Phase contrast microscopes and differential interference contrast ("Nomarsky") microscopes take advantage of the fact that the phase of a light wave is changed as it passes through a cell. Light that passes through a dense part of the cell like the nucleus, for example, is retarded and the light phase is consequently shifted relative to light that passes through a thinner region of the cell such as the cytoplasm.

A Fluorescence microscope is similar to an ordinary light microscope except that illuminating light is passed through 2 sets of filters. The first filter is selected so that it passes only the wavelenghts that excite a particular fluorescent dye, while the second filter blocks out this light and passes only those wavelenghts emitted when the dye fluoresces. Fluorescent molecules absorb light at one wavelenght (higher energy) and emit it at another longer wavelenght (lower energy). If a compound is illuminated at its absorbing wavelenght and then viewed through a filter that only allows light of the emitted wavelenght to pass, it will glow against a dark background. The same number of molecules of an ordinary stain viewed conventionally would be practically invisible.

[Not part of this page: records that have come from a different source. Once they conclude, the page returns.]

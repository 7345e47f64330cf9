"""Harmonic limit tables of standards, as bands of orders."""

from __future__ import annotations

import math
from collections.abc import Mapping
from dataclasses import dataclass, field
from typing import Literal

import numpy as np
from numpy.typing import ArrayLike, NDArray

Parity = Literal["odd", "even"]
Multiples = Literal["any", "of three", "not of three"]


@dataclass(frozen=True)
class LimitBand:
    """Limit of the orders order_min <= h <= order_max of one parity: constant + over_order / h."""

    parity: Parity
    order_min: int
    order_max: int
    constant: float  # [basis of the table]
    over_order: float = 0.0  # numerator of the part that falls with the order [basis of the table]
    multiples: Multiples = "any"

    def covers(self, order: NDArray[np.int64]) -> NDArray[np.bool_]:
        """Whether each order lies in the band [-]."""
        parity = order % 2 == (1 if self.parity == "odd" else 0)
        inside = parity & (order >= self.order_min) & (order <= self.order_max)
        if self.multiples == "any":
            return inside
        return inside & ((order % 3 == 0) == (self.multiples == "of three"))


@dataclass(frozen=True)
class LimitTable:
    """Limits of single harmonics and of the total distortion.

    `basis` says of what the limits are a share: "rated current", "demand current" (the greatest load
    current over a demand interval), "fundamental voltage"; or that they are amperes: "absolute ampere".
    """

    name: str
    basis: str
    bands: tuple[LimitBand, ...]
    total_limit: float  # infinite where the standard has none [basis]
    total_name: str  # the standard's name of the total
    current_range_a: tuple[float, float] = (0.0, math.inf)  # rated currents it is for: above, up to [A]
    ratio_range: tuple[float, float] = (0.0, math.inf)  # short-circuit ratios it is made for [-]
    phases: int = 0  # phases it is made for; 0 for any [-]
    origin: Mapping[str, str] = field(default_factory=dict, compare=False, repr=False)

    @property
    def of_voltage(self) -> bool:
        """Whether it limits the voltage of a stand-alone inverter rather than the current into a grid."""
        return self.basis == "fundamental voltage"

    def limit_of(self, order: ArrayLike) -> NDArray[np.float64]:
        """Limit of each harmonic order, infinite for orders the standard does not limit.

        Parameters
        ----------
        order : whole harmonic orders, any shape [-]

        Returns
        -------
        limit : same shape [share of the basis, or A where the basis is "absolute ampere"]
        """
        orders = np.asarray(order).astype(np.int64)
        limit = np.full(orders.shape, np.inf)
        for band in self.bands:
            value = band.constant + band.over_order / np.maximum(orders, 1)
            limit = np.where(band.covers(orders), value, limit)
        return limit
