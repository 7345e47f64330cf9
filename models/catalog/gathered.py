"""Part properties of a whole population: the catalogue's columns, picked by each candidate's part index."""

from __future__ import annotations

from typing import Any

import numpy as np
from numpy.typing import NDArray

from models.catalog.part_table import PartTable


class Gathered:
    """Attribute access to any field of the chosen parts, as arrays of shape (n,) plus `trailing` axes of
    length one.

    `Gathered(catalog.devices, designs.device, 2).junction_limit_c` has the shape (n, 1, 1) and the field's
    unit. Raises ValueError for a field that the parts do not have.
    """

    def __init__(self, table: PartTable[Any], index: NDArray[np.int64], trailing: int = 0) -> None:
        self._table = table
        self._index = index
        self._shape = (*index.shape, *(1,) * trailing)

    def __getattr__(self, name: str) -> NDArray[Any]:
        if name.startswith("_"):
            raise AttributeError(name)
        column = self._table.column(name)[self._index]
        value = column.reshape(self._shape + column.shape[1:])
        self.__dict__[name] = value
        return value
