"""From what a data sheet states to the fields of a part: rules tried until nothing new comes out."""

from __future__ import annotations

from collections.abc import Callable, Collection, Mapping, Sequence
from dataclasses import dataclass

Number = float | tuple[float, ...]


@dataclass(frozen=True)
class Quantity:
    """A value in SI units and the words that say where it comes from."""

    value: Number
    origin: str


@dataclass(frozen=True)
class Rule:
    """One way to a quantity: `law` applied to the quantities named in `needs`."""

    target: str
    needs: tuple[str, ...]  # none: `law` states what holds where nothing is said
    law: Callable[..., Number]
    words: str  # the law in words, for the origin of the result
    last_resort: bool = False  # tried only when neither other rules nor a base part have the target


@dataclass(frozen=True)
class Resolved:
    """Outcome of `resolve`."""

    quantities: dict[str, Quantity]
    unused: tuple[str, ...]  # given, yet neither a field nor needed for one


def resolve(
    given: Mapping[str, Quantity],
    rules: Sequence[Rule],
    fields: Collection[str],
    base: Mapping[str, Quantity],
    anchors: Sequence[str],
) -> Resolved:
    """Derive all fields that follow from what is given, then fall back on a base part.

    The base part's quantities are taken one by one, its `anchors` first (those that tie a part to its
    class, such as on-resistance times area), and the rules are tried again after each: what follows from
    the part itself always wins over the base part.

    Parameters
    ----------
    given : quantities stated for the part, SI
    rules : in order of preference
    fields : names of the fields wanted
    base : quantities of the part it is based on, empty where it stands alone
    anchors : names of base quantities to take first
    """
    known = dict(given)
    used: set[str] = set()
    proper = [rule for rule in rules if not rule.last_resort]
    _apply(proper, known, used)
    for name in (*anchors, *fields):
        if name in base and name not in known:
            known[name] = base[name]
            _apply(proper, known, used)
    _apply(rules, known, used)
    unused = tuple(name for name in given if name not in fields and name not in used)
    return Resolved(known, unused)


def _apply(rules: Sequence[Rule], known: dict[str, Quantity], used: set[str]) -> None:
    """Try the rules over and over until a pass derives nothing."""
    progress = True
    while progress:
        progress = False
        for rule in rules:
            if rule.target not in known and all(need in known for need in rule.needs):
                inputs = [known[need] for need in rule.needs]
                value = rule.law(*(quantity.value for quantity in inputs))
                known[rule.target] = Quantity(value, _origin(rule, inputs))
                used.update(rule.needs)
                progress = True


def _origin(rule: Rule, inputs: Sequence[Quantity]) -> str:
    """Words for a derived quantity; a rule that needs nothing states a convention."""
    if not inputs:
        return f"convention: {rule.words}"
    sources = "; ".join(dict.fromkeys(quantity.origin for quantity in inputs))
    return f"derived: {rule.words} ({sources})"
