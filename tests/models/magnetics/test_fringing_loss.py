"""Fringing field beside an air gap: closed form against the field itself, limits, and what it costs."""

from __future__ import annotations

import numpy as np
import pytest
from hypothesis import given
from hypothesis import strategies as st

from models.catalog import Catalog
from models.designs import InductorDesigns
from models.magnetics.ac_resistance import resistance_ratio
from models.magnetics.build import build
from models.magnetics.fringing_loss import field_share, shield_share, tape_gap_loss

RHO = np.array(2.2e-8)


def share_by_the_field(clearance: float, height: float, pitch: float) -> float:
    """Mean square of the fringing field over a third of the even field's, point by point.

    Narrow gaps in the pitch P along a wall of iron: the complex field is (F/P) coth(pi z/P), whose mean
    across the pitch is the even field F/P far away (Schwarz-Christoffel, or the sum of the circular
    fields of all gaps). No series of components is used.
    """
    x = clearance + height * (np.arange(1500) + 0.5) / 1500
    y = pitch * (np.arange(400) + 0.5) / 400
    field = 1.0 / np.tanh(np.pi * (x[:, None] + 1j * y) / pitch)
    return float(3.0 * np.mean(np.abs(field) ** 2 - 1.0))


@pytest.mark.parametrize("clearance", [1e-3, 3e-3])
@pytest.mark.parametrize("pitch", [10e-3, 30e-3, 80e-3])
def test_closed_form_of_the_field(clearance: float, pitch: float) -> None:
    found = float(field_share(np.array(clearance), np.array(8e-3), np.array(pitch)))
    assert found == pytest.approx(share_by_the_field(clearance, 8e-3, pitch), rel=0.01, abs=1e-4)


@pytest.mark.parametrize("ratio", [0.2, 0.5, 0.8, 1.0, 1.5, 3.0, 10.0])
def test_closed_form_of_the_shield(ratio: float) -> None:
    """2 sum sech^2(2 pi k c/P), term by term."""
    expected = 2.0 * np.sum(1.0 / np.cosh(np.minimum(np.arange(1, 400) / ratio, 300.0)) ** 2)
    found = shield_share(np.array(1e-3), np.array(2.0 * np.pi * ratio * 1e-3))
    assert float(found) == pytest.approx(expected, rel=0.1)


@given(st.floats(2e-4, 5e-3), st.floats(1e-3, 0.03), st.floats(5e-3, 0.1), st.floats(1.05, 4.0))
def test_distance_and_sections_lower_it(clearance: float, height: float, pitch: float, factor: float) -> None:
    c, h, p = (np.array(value) for value in (clearance, height, pitch))
    here = field_share(c, h, p)
    assert here >= 0.0
    assert field_share(factor * c, h, p) <= here
    assert field_share(c, h, p / factor) <= here * (1.0 + 1e-9)
    assert shield_share(factor * c, p) <= shield_share(c, p)


def test_gap_sections_closer_than_four_clearances_hardly_matter() -> None:
    """Rule for distributed gaps: pitch below four times the way to the winding (Hu and Sullivan 1998)."""
    found = field_share(np.array(2e-3), np.array(8e-3), np.array(8e-3))
    assert float(found) < 0.05


def test_gap_loss_of_a_tape_core() -> None:
    """0.0388 x 2 cm x 0.1 cm x 20 kHz x (0.05 T)^2 = 0.388 W (McLyman's formula in his units)."""
    found = tape_gap_loss(np.array(0.02), np.array(1e-3), np.array(20e3 * 0.05**2))
    assert float(found) == pytest.approx(0.388)


def test_what_the_gap_adds_to_each_conductor(catalog: Catalog) -> None:
    """Nothing without gap, less with more sections; fine litz suffers least, in proportion to its own
    proximity loss.
    """
    names = catalog.conductors.names
    kinds = [part.kind for part in catalog.conductors]
    conductor = np.array([names.index("litz 0.1 mm"), kinds.index("round"), kinds.index("foil")])
    same = np.ones(3, dtype=np.int64)
    built = build(
        catalog,
        InductorDesigns(
            material=0 * same,
            shape=catalog.core_shapes.index("E65/32/27") * same,
            stack=same,
            turns=30 * same,
            conductor=conductor,
            copper_area_m2=np.full(3, 4e-6),
        ),
        1.5e-3,
    )
    frequency = np.full((3, 1), 20e3)
    none, one, four = (
        resistance_ratio(built, frequency, RHO, np.full(3, sections))[:, 0] for sections in (0.0, 1.0, 4.0)
    )
    assert np.all(none < four)
    assert np.all(four < one)
    pitch = built.breadth[0]
    share = share_by_the_field(float(built.clearance[0]), float(built.layers.height[0]), float(pitch))
    assert (one[0] - 1.0) / (none[0] - 1.0) == pytest.approx(1.0 + share, rel=0.01)
    added = one - none
    assert added[0] < 0.1 * added[1:].min()
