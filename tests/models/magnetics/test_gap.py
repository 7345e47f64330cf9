"""Gap, fringing and roll-off: round trips, limits, monotony."""

from __future__ import annotations

import numpy as np
import pytest
from hypothesis import given
from hypothesis import strategies as st
from scipy.constants import mu_0

from models.magnetics.gap import (
    fringing_factor,
    gap_for_inductance,
    gapped_inductance,
    powder_inductance,
    powder_permeability_share,
)

AREA, PATH, MU, BREADTH = (np.array(value) for value in (5e-4, 0.15, 2000.0, 0.04))
GAP_LIMIT = 0.3  # greatest gap over breadth that a study allows by default


@given(st.integers(5, 120), st.floats(1e-5, GAP_LIMIT * 0.04))
def test_gap_gives_the_inductance_back(turns: int, gap: float) -> None:
    """From gap to inductance to gap: the inductance returns within 0.5 % up to the greatest gap allowed."""
    n = np.array(float(turns))
    inductance = gapped_inductance(n, np.array(gap), AREA, PATH, MU, BREADTH)
    again = gap_for_inductance(n, inductance, AREA, PATH, MU, BREADTH)
    assert gapped_inductance(n, again, AREA, PATH, MU, BREADTH) == pytest.approx(float(inductance), rel=5e-3)


def test_no_gap_can_raise_the_inductance() -> None:
    most = gapped_inductance(np.array(20.0), np.array(0.0), AREA, PATH, MU, BREADTH)
    assert gap_for_inductance(np.array(20.0), 1.1 * most, AREA, PATH, MU, BREADTH) < 0.0
    assert gap_for_inductance(np.array(20.0), most, AREA, PATH, MU, BREADTH) == pytest.approx(0.0, abs=1e-12)


@given(st.floats(1e-6, 0.039), st.floats(1.05, 2.0))
def test_inductance_falls_with_the_gap(gap: float, factor: float) -> None:
    one, wider = (
        gapped_inductance(np.array(30.0), np.array(g), AREA, PATH, MU, BREADTH) for g in (gap, factor * gap)
    )
    assert wider < one


@given(st.floats(1e-9, 0.08))
def test_fringing_only_adds(gap: float) -> None:
    assert fringing_factor(np.array(gap), AREA, BREADTH) >= 1.0


def test_small_gap_has_no_fringing() -> None:
    assert fringing_factor(np.array(0.0), AREA, BREADTH) == pytest.approx(1.0, abs=1e-5)


@given(st.floats(1.0, 1e5), st.floats(1.1, 2.5))
def test_permeability_falls_with_the_field(field: float, exponent: float) -> None:
    half = np.array(8e3)
    shares = powder_permeability_share(np.array([0.0, field, 2.0 * field]), half, np.array(exponent))
    assert shares[0] == 1.0
    assert np.all(np.diff(shares) < 0.0)
    assert powder_permeability_share(half, half, np.array(exponent)) == pytest.approx(0.5)


@given(st.integers(1, 200))
def test_powder_at_rest(turns: int) -> None:
    n = np.array(float(turns))
    found = powder_inductance(n, np.array(0.0), AREA, PATH, np.array(60.0), np.array(8e3), np.array(1.5))
    assert found == pytest.approx(mu_0 * 60.0 * turns**2 * 5e-4 / 0.15)


def test_energy_of_a_powder_core_has_a_best_number_of_turns() -> None:
    """At a fixed current more turns raise the inductance at first; deep in roll-off they no longer help."""
    turns = np.linspace(5.0, 4000.0, 400)
    found = powder_inductance(turns, np.array(10.0), AREA, PATH, np.array(60.0), np.array(8e3), np.array(2.5))
    best = int(np.argmax(found))
    assert 0 < best < len(turns) - 1
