"""Winding loss of the ripple by carrier groups against a Fourier sum over every line of the exact current.

The models take the mean square current of six carrier groups, each at its group's own frequency, and of all
others together. The exact sum comes from the edges of one switched line period (`oracle`), line by line up to
sixty carriers; what lies beyond would add 0.3 to 1 % where the loss goes with the square of frequency.
"""

from __future__ import annotations

import sys
from pathlib import Path

import numpy as np
import pytest
from numpy.typing import NDArray

from models.catalog import Catalog
from models.designs import InductorDesigns
from models.magnetics.ac_resistance import resistance_ratio
from models.magnetics.build import Build, build
from models.waveforms.bridges import BRIDGES
from models.waveforms.tables import GROUP_MULTIPLES, waveform_tables

sys.path.insert(0, str(Path(__file__).parents[1] / "waveforms"))
from oracle import SCHEMES, TURN, LinePeriod

Array = NDArray[np.float64]
CARRIER_HZ = 20e3
RESISTIVITY = np.array(2.2e-8)
CARRIERS = 60
RATIO = 123
BRIDGE_OF = {scheme.name: bridge.name for bridge in BRIDGES.values() for scheme in bridge.modulations}


def windings(catalog: Catalog) -> Build:
    """Litz, thin and thick wire, foil on one E core."""
    kinds = [part.kind for part in catalog.conductors]
    names = catalog.conductors.names
    conductor = [names.index("litz 0.2 mm"), kinds.index("round"), kinds.index("round"), kinds.index("foil")]
    same = np.ones(4, dtype=np.int64)
    return build(
        catalog,
        InductorDesigns(
            material=0 * same,
            shape=catalog.core_shapes.index("E65/32/27") * same,
            stack=same,
            turns=30 * same,
            conductor=np.array(conductor),
            copper_area_m2=np.array([4e-6, 0.5e-6, 4e-6, 4e-6]),
        ),
        1.5e-3,
    )


def exact_lines(name: str, index: float, ratio: int) -> tuple[Array, Array]:
    """Orders and mean squares of the ripple current's lines [(V_dc/(L f_s))^2]."""
    period = LinePeriod(SCHEMES[name], index, ratio)
    order = np.arange(2, CARRIERS * ratio)
    bounds, level = period.edges, period.voltage()
    turned = np.exp(-1j * order[:, None] * bounds)
    voltage = (turned[:, :-1] - turned[:, 1:]) @ level / (1j * order * TURN)
    return order, 2.0 * np.abs(voltage * ratio / (TURN * order)) ** 2


@pytest.mark.parametrize("name", SCHEMES)
@pytest.mark.parametrize("index", [0.5, 0.9])
def test_carrier_groups_against_the_fourier_sum(catalog: Catalog, name: str, index: float) -> None:
    order, square = exact_lines(name, index, RATIO)
    built = windings(catalog)
    count = len(built.turns)
    lines = np.broadcast_to(order * CARRIER_HZ / RATIO, (count, len(order)))
    expected = resistance_ratio(built, lines, RESISTIVITY, np.ones(count)) @ square
    tables = waveform_tables(BRIDGE_OF[name])
    scheme = np.array([BRIDGES[BRIDGE_OF[name]].modulation_index(name)])
    groups = tables.read(tables.group_ripple, scheme, *tables.position(np.array([index])))[0]
    frequency = np.broadcast_to(CARRIER_HZ * GROUP_MULTIPLES, (count, len(groups)))
    found = resistance_ratio(built, frequency, RESISTIVITY, np.ones(count)) @ groups
    assert found == pytest.approx(expected, rel=0.02)
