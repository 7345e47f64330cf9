"""Rules between the values of one part: each returns what is wrong in words, or nothing."""

from __future__ import annotations

from collections.abc import Callable, Mapping
from itertools import pairwise

from models.catalog.derivations import Number

Check = Callable[[Mapping[str, Number]], str]


def _numbers(value: Number) -> tuple[float, ...]:
    return value if isinstance(value, tuple) else (value,)


def below(lower: str, upper: str) -> Check:
    """`lower` is less than `upper`, entry by entry."""

    def check(values: Mapping[str, Number]) -> str:
        pairs = zip(_numbers(values[lower]), _numbers(values[upper]), strict=False)
        wrong = [f"{low:g} and {high:g}" for low, high in pairs if low >= high]
        return f"{lower} must be less than {upper}, got {', '.join(wrong)}" if wrong else ""

    return check


def at_most(lower: str, upper: str) -> Check:
    """`lower` is not greater than `upper`."""

    def check(values: Mapping[str, Number]) -> str:
        (low,), (high,) = _numbers(values[lower]), _numbers(values[upper])
        return f"{lower} must not exceed {upper}, got {low:g} and {high:g}" if low > high else ""

    return check


def rising(name: str) -> Check:
    """Entries rise from first to last."""

    def check(values: Mapping[str, Number]) -> str:
        entries = _numbers(values[name])
        return "" if all(a < b for a, b in pairwise(entries)) else f"{name} must rise, got {entries}"

    return check


def same_length(*names: str) -> Check:
    """Lists have one entry each for the same things."""

    def check(values: Mapping[str, Number]) -> str:
        lengths = [len(_numbers(values[name])) for name in names]
        if len(set(lengths)) == 1:
            return ""
        return f"{', '.join(names)} must have the same number of entries, got {', '.join(map(str, lengths))}"

    return check


def warm_energy(name: str) -> Check:
    """E = E_hot [1 - k (T_hot - T)] stays positive down to 25 C."""
    coefficient, hot = f"{name}_temperature_coefficient_per_k", "energy_hot_c"

    def check(values: Mapping[str, Number]) -> str:
        (k,), (hot_c,) = _numbers(values[coefficient]), _numbers(values[hot])
        if k * (hot_c - 25.0) < 1.0:
            return ""
        return f"{coefficient} {k:g} makes the energy vanish above 25 C with {hot} {hot_c:g}"

    return check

One more complex application of fluorescence is fluorescence resonance energy transfer where two molecules (proteins) of interest are each labeled with a  different fluorochrome so that the emission spectrum of one fluorochrome overlaps with the absorption spectrum of the other. If the two proteins bind the energy of the absorbed light is transferred from one to the other.

Confocal microscopy is used to get a 3 dimensional picture of a cell or tissue by focusing a laser at a specific depth in the specimen. Multiphoton microscopes which are very expensive use principles of confocal microscopy with infared lasers which finely focus light onto the specimen and is less damages to living tissues.